_Work order_: Look through the entries below and return all lines including the word "Bonds".

Stored items:

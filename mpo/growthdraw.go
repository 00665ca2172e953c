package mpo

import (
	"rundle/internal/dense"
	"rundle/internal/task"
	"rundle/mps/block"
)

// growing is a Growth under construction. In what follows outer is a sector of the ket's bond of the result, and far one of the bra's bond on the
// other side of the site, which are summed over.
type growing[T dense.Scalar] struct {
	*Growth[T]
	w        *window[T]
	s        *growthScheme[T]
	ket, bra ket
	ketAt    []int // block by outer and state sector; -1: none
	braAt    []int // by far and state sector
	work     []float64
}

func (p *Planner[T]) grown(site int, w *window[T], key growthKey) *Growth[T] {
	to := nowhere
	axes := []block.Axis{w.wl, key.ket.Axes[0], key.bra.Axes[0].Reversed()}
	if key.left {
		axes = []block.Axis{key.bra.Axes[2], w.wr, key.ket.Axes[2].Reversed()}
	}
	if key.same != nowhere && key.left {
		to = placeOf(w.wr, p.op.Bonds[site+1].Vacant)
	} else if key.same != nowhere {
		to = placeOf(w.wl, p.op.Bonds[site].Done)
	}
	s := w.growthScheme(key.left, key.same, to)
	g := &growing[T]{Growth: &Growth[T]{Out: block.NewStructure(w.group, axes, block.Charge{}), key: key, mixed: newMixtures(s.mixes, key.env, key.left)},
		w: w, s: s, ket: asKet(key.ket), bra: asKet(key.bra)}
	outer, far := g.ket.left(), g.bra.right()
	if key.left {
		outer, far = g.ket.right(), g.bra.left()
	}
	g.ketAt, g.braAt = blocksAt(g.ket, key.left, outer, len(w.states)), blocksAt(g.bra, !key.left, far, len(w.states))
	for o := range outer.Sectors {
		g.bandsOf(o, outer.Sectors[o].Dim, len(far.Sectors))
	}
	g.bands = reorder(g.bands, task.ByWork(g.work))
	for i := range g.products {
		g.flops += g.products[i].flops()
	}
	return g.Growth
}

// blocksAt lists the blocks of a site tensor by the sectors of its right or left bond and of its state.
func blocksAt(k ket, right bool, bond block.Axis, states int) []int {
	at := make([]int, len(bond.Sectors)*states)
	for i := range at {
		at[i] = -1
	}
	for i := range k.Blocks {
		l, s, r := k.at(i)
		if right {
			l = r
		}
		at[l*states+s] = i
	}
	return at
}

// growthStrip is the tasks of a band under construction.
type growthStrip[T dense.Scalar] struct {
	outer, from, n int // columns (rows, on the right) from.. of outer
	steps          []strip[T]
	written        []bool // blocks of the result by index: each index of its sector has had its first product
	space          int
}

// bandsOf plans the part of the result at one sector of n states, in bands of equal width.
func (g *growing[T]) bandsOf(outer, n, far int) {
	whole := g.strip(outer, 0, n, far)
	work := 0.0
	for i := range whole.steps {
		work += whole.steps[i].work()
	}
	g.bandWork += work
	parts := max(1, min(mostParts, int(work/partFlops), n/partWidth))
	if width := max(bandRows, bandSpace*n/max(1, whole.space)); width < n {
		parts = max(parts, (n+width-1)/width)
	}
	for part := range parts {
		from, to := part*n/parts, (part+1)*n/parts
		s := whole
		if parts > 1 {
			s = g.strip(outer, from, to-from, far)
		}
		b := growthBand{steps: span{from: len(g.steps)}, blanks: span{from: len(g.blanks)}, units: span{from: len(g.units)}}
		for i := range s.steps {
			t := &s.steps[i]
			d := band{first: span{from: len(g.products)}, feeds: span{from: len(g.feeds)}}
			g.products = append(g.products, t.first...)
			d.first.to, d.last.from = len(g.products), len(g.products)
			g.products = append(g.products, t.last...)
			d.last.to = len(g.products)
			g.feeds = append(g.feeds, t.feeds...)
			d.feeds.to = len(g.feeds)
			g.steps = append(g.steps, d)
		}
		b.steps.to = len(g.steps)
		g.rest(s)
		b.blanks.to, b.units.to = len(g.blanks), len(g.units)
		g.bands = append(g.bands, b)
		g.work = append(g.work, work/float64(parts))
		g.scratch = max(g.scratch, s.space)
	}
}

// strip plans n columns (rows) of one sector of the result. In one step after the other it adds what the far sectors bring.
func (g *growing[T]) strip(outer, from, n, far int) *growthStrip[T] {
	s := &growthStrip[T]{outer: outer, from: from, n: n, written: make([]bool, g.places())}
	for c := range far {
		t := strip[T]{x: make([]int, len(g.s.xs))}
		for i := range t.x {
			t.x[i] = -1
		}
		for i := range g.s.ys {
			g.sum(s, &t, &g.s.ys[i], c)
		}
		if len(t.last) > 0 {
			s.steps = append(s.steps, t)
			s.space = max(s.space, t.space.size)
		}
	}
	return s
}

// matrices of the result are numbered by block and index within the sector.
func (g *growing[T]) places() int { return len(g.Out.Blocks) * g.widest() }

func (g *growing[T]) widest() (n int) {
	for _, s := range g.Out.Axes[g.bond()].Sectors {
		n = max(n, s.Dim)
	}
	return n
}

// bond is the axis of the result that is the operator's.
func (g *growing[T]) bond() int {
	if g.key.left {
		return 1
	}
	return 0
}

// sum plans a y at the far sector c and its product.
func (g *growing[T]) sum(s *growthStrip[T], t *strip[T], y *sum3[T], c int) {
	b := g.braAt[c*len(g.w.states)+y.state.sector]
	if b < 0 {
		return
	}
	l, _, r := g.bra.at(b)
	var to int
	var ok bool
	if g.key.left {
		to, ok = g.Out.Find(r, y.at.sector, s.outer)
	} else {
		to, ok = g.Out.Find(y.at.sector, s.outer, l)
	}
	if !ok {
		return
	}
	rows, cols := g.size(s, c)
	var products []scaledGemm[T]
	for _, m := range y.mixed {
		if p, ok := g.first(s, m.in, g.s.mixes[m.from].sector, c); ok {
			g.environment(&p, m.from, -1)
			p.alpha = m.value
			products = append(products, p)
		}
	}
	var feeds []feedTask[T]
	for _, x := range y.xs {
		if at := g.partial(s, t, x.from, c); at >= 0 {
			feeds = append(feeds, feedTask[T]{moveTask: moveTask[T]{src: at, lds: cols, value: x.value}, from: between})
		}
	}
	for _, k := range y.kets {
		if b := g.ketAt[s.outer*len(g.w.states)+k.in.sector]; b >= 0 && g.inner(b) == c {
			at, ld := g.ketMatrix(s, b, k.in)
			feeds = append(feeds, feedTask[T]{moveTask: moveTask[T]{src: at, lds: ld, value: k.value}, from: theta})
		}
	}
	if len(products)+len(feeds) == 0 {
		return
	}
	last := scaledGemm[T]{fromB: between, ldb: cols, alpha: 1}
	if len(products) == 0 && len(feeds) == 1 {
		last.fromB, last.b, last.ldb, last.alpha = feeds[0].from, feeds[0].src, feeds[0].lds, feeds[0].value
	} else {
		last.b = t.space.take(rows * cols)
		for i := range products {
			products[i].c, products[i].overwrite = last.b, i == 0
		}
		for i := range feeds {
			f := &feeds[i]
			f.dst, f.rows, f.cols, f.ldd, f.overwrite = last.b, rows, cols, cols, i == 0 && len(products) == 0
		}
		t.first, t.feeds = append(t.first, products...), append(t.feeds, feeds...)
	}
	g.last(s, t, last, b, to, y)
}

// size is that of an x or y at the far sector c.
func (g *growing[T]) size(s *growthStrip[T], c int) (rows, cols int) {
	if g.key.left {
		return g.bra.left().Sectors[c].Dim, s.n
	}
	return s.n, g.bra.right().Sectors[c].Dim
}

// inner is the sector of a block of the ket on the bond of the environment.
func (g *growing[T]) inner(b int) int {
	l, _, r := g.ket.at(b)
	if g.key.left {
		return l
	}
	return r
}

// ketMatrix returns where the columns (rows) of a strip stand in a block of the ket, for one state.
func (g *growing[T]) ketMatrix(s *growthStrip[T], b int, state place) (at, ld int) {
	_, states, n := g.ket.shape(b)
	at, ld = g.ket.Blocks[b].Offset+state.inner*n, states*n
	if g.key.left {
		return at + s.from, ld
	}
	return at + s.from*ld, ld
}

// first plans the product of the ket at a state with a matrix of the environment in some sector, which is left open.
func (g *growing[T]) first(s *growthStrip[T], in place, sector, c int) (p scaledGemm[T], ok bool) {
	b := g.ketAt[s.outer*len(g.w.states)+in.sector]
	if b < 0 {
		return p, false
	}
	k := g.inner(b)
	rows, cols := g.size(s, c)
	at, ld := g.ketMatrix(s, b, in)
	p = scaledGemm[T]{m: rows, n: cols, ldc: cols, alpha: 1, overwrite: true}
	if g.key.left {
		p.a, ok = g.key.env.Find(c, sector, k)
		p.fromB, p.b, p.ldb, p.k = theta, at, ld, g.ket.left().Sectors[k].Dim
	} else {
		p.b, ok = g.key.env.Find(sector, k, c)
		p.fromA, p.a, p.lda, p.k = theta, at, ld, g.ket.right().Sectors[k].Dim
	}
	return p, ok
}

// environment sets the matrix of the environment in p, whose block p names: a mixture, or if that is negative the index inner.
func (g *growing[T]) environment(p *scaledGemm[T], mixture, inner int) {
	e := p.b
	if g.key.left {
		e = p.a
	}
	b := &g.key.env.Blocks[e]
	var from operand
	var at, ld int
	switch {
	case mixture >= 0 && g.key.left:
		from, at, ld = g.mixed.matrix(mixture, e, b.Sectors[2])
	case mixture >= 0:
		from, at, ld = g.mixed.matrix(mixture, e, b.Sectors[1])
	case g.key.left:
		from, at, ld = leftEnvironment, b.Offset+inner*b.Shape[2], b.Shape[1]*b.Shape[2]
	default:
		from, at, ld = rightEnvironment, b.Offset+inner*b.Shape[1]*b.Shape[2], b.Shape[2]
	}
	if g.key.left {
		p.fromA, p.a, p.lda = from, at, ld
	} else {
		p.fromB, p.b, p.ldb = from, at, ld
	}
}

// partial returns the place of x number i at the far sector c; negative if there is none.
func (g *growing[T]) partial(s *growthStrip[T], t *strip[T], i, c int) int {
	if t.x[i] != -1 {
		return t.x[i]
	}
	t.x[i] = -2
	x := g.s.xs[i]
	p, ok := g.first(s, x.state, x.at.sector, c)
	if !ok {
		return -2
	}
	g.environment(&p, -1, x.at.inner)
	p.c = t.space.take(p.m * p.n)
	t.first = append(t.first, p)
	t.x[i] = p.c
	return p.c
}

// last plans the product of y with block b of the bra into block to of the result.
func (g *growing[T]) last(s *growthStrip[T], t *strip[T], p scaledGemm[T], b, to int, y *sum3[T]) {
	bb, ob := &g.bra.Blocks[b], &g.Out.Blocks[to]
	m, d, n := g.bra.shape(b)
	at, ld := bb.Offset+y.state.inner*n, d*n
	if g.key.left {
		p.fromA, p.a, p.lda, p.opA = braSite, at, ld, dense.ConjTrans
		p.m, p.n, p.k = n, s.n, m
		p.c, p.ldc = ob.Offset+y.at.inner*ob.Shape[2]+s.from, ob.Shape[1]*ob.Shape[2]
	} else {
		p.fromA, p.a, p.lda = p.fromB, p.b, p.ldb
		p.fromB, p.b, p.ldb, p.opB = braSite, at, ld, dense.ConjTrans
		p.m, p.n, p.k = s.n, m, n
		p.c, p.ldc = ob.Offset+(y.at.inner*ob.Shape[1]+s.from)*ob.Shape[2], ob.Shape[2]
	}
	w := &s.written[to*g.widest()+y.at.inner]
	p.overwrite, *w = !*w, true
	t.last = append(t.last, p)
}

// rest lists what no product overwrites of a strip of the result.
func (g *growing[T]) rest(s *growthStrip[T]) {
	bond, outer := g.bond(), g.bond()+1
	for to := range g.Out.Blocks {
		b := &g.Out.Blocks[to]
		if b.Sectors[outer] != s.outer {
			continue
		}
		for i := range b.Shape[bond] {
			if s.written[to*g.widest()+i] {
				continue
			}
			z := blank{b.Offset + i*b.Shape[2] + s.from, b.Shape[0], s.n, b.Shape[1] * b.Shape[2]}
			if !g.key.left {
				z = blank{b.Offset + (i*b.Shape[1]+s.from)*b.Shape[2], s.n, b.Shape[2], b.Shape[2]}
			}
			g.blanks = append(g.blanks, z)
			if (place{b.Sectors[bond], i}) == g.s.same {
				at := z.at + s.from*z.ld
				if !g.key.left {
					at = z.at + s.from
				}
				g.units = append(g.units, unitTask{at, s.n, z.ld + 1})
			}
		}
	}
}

_Reply_:
		to = placeOf(w.wr, p.op.Bonds[site+1].Vacant)
		to = placeOf(w.wl, p.op.Bonds[site].Done)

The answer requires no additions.